• _Exercise prompt_: Everything in the data below is left aside except the lines from the one containing "repository 08a6a1b6c1e0db2b" through the one containing "export interface OutputFolderOptions"; repeat those exactly.

• _Record set_:
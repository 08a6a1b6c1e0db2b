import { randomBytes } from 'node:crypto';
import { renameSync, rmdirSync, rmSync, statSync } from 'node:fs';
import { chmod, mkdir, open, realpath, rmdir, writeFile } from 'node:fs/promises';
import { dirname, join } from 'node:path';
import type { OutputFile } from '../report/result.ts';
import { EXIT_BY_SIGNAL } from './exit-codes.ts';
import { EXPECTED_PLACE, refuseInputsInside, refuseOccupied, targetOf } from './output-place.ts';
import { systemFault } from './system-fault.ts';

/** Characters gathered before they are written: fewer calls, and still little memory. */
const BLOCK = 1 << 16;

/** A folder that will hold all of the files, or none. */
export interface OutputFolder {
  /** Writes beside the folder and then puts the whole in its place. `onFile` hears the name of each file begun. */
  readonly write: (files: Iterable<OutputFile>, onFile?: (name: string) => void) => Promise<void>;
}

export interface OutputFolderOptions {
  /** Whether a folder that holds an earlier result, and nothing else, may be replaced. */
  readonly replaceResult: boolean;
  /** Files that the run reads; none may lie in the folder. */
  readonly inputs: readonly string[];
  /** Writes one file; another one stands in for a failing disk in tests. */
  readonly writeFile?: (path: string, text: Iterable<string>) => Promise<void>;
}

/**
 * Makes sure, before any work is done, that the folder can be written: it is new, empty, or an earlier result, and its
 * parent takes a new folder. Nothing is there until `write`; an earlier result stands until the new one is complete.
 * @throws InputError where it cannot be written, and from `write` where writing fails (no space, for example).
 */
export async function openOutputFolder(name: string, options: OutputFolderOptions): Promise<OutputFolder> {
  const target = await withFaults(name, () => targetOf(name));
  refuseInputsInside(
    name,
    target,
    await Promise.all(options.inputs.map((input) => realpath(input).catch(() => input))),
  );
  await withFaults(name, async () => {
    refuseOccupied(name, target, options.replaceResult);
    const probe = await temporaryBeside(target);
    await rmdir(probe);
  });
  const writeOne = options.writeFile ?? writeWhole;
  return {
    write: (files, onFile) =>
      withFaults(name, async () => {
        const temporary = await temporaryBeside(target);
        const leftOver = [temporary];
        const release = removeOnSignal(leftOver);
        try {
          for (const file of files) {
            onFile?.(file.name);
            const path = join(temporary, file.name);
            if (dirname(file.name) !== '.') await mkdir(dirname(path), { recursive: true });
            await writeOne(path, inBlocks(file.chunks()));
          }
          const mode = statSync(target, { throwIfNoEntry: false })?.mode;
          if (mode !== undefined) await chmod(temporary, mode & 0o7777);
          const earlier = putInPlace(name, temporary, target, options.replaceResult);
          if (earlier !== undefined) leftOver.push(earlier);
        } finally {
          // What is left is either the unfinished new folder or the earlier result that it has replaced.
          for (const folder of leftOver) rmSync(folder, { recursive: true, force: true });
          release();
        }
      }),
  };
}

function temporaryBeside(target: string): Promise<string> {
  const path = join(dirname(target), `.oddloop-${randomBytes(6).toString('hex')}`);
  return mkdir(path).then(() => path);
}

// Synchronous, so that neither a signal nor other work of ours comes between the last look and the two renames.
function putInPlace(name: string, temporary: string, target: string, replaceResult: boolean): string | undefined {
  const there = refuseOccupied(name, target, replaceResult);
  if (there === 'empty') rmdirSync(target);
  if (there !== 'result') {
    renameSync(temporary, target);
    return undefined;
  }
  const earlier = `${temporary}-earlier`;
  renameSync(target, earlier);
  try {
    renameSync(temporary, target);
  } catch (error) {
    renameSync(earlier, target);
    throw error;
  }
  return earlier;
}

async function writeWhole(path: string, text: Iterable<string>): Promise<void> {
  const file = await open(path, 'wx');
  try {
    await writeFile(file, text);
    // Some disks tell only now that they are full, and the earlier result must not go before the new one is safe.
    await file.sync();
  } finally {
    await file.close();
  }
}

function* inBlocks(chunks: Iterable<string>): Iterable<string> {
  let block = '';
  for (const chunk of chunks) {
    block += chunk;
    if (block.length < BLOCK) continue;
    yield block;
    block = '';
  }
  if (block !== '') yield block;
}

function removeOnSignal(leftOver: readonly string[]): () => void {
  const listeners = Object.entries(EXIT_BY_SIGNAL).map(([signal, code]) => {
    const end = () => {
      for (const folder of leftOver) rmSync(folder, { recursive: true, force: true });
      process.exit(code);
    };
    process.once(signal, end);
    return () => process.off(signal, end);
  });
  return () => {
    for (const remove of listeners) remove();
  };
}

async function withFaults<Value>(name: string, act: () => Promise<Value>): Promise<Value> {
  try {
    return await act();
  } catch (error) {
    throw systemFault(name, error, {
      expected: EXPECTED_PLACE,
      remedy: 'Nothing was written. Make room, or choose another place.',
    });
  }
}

---

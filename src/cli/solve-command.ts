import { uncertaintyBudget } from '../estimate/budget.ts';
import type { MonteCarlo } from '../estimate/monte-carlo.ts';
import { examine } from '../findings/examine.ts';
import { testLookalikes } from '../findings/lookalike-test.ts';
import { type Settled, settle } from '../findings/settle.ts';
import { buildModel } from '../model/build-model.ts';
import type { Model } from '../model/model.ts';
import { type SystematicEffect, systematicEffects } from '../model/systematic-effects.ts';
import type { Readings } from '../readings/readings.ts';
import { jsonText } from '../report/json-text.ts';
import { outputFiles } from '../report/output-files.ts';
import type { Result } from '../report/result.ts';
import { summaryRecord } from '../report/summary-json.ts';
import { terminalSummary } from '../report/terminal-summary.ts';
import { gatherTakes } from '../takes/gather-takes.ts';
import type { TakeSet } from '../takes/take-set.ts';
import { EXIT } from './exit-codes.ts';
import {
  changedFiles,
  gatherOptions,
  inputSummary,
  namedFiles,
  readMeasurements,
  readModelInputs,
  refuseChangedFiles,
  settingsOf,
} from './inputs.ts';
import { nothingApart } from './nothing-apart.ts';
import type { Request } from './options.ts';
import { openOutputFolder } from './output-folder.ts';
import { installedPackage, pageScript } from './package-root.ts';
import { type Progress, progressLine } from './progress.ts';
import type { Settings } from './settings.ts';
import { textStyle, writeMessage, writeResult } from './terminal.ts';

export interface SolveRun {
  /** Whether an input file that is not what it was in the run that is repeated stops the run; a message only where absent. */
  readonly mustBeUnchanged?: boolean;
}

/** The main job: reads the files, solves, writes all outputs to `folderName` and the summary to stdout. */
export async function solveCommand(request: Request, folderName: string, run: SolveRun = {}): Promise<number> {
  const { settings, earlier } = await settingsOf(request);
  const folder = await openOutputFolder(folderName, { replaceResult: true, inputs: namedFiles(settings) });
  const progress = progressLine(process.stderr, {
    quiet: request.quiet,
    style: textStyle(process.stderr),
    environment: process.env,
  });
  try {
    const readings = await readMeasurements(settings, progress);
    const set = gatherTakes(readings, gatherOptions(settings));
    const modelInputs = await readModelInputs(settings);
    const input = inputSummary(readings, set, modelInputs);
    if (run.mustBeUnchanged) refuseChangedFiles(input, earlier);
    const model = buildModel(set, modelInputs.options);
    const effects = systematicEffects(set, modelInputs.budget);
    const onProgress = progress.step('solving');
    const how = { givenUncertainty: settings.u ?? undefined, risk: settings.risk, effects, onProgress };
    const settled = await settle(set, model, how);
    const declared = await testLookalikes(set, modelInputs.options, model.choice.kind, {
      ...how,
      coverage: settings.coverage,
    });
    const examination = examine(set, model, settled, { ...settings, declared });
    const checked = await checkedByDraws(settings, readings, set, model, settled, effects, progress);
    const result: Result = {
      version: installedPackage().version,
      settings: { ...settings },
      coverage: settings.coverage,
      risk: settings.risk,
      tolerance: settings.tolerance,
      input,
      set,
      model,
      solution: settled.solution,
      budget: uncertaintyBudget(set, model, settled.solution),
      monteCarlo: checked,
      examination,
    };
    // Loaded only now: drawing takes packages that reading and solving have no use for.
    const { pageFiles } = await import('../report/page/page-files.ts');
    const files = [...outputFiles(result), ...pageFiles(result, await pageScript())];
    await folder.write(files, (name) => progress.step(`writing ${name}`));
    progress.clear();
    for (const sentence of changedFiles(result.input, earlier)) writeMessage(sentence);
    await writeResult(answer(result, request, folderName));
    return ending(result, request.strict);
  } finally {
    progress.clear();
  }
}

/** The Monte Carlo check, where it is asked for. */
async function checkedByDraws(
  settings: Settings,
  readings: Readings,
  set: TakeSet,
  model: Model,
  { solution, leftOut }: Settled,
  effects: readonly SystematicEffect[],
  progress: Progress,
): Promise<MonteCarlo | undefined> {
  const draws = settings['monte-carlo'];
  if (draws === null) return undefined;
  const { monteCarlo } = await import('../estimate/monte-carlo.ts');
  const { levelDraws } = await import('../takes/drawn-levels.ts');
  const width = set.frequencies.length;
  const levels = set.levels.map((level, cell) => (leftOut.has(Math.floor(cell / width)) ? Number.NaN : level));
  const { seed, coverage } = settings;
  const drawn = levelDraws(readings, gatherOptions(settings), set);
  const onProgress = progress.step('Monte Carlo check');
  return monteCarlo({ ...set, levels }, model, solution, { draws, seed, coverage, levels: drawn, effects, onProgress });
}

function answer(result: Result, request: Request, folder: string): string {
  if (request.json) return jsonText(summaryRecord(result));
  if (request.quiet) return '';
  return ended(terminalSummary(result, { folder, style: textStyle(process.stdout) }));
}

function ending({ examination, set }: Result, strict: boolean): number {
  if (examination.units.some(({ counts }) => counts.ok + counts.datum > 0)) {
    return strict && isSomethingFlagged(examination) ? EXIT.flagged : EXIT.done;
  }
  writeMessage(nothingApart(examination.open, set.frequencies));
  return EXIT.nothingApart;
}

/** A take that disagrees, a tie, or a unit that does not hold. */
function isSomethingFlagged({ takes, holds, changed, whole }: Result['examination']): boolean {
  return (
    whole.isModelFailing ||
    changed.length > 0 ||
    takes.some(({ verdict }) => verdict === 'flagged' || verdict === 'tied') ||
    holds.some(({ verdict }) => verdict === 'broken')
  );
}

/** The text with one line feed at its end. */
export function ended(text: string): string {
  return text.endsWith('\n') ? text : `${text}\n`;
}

• _Problem solution_:
repository 08a6a1b6c1e0db2b
import { randomBytes } from 'node:crypto';
import { renameSync, rmdirSync, rmSync, statSync } from 'node:fs';
import { chmod, mkdir, open, realpath, rmdir, writeFile } from 'node:fs/promises';
import { dirname, join } from 'node:path';
import type { OutputFile } from '../report/result.ts';
import { EXIT_BY_SIGNAL } from './exit-codes.ts';
import { EXPECTED_PLACE, refuseInputsInside, refuseOccupied, targetOf } from './output-place.ts';
import { systemFault } from './system-fault.ts';

/** Characters gathered before they are written: fewer calls, and still little memory. */
const BLOCK = 1 << 16;

/** A folder that will hold all of the files, or none. */
export interface OutputFolder {
  /** Writes beside the folder and then puts the whole in its place. `onFile` hears the name of each file begun. */
  readonly write: (files: Iterable<OutputFile>, onFile?: (name: string) => void) => Promise<void>;
}

export interface OutputFolderOptions {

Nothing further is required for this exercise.